When does "freshness" end? Maybe at first unification, maybe earlier, maybe later. It's vague. Consider the "Law of Fresh" from The Reasoned Schemer: "If x is fresh, then (≡ v x) succeeds and associates x with v."

If the variable name designates a nonempty cell (it represents the topmost node of a nonemtpy term), one talks about a bound variable or an instantiated variable or one says that the variable is bound to a term (note the direction: not term is bound to a variable).

The predicates var(X) and nonvar(X)

When you ask var(X) you are actually asking whether the variable name X currently (at query time, a non-logical concept) designates an empty cell.

The predicate would be less confusing if named unbound(X).

If the text within the parentheses of the var(.) call is not a variable name, the answer is immediately false. The compiler should warn about a call that always fails when it sees source text like var(foo).

Due to the fact that an empty cell can be filled, but not unfilled, if var(X) succeeds at computation step t, it may fail at step t+n. Conversely, if it fails at computation step t, it will keep failing at step t+n.

Similarly, when you ask nonvar(X) you are actually asking whether the variable name X currently designates anything other than an empty cell.
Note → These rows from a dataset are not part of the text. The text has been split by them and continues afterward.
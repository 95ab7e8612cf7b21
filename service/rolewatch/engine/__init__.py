"""Pure numeric core of rolewatch: arrays in, arrays out (no I/O, clock or database)."""

from .basis import Memberships, RoleBasis
from .errors import EngineInputError, FeatureMismatch, RecipeMismatch, TooManyRoles
from .features import FeatureRecipe, FeatureTable
from .scoring import ShiftPolicy, WindowScores, score_window
from .sensemaking import RoleDescription, describe_roles, node_measures
from .shift import (
    activity_change,
    baseline_mixture,
    cosine_distance,
    feature_moves,
    hellinger,
    jensen_shannon,
    role_aware_distance,
    total_variation,
)
from .snapshot import Snapshot

__all__ = ["FeatureRecipe", "FeatureTable", "Snapshot"]
__all__ += [
    "Memberships",
    "RoleBasis",
    "EngineInputError",
    "FeatureMismatch",
    "RecipeMismatch",
    "TooManyRoles",
    "ShiftPolicy",
    "WindowScores",
    "score_window",
    "RoleDescription",
    "describe_roles",
    "node_measures",
    "activity_change",
    "baseline_mixture",
    "cosine_distance",
    "feature_moves",
    "hellinger",
    "jensen_shannon",
    "role_aware_distance",
    "total_variation",
]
This is the complement of var(X): exactly one of var(X) or nonvar(X) is true for any X.

Again, if the text within the parentheses of the nonvar(.) call is not a variable name, the answer is immediately true.

"Free variables"

The definition given by the SWI-Prolog reference manual for var/1 uses the adjective free, which is something else entirely and should not be used: a variable is free in a formula (of logic or a lambda expression) if it is not bound in a quantifier (or a lambda prefix) closing over the formula (making the formula not well-formed).

On the other hand, the Mercury language indeed uses the adjectives "free" and "bound"

Insts, modes, and mode definitions:

if the node is “free”, then the corresponding node in the term (if any) is a free variable that does not share with any other variable (we call such variables distinct);

if the node is “bound”, then the corresponding node in the term (if any) is a function symbol.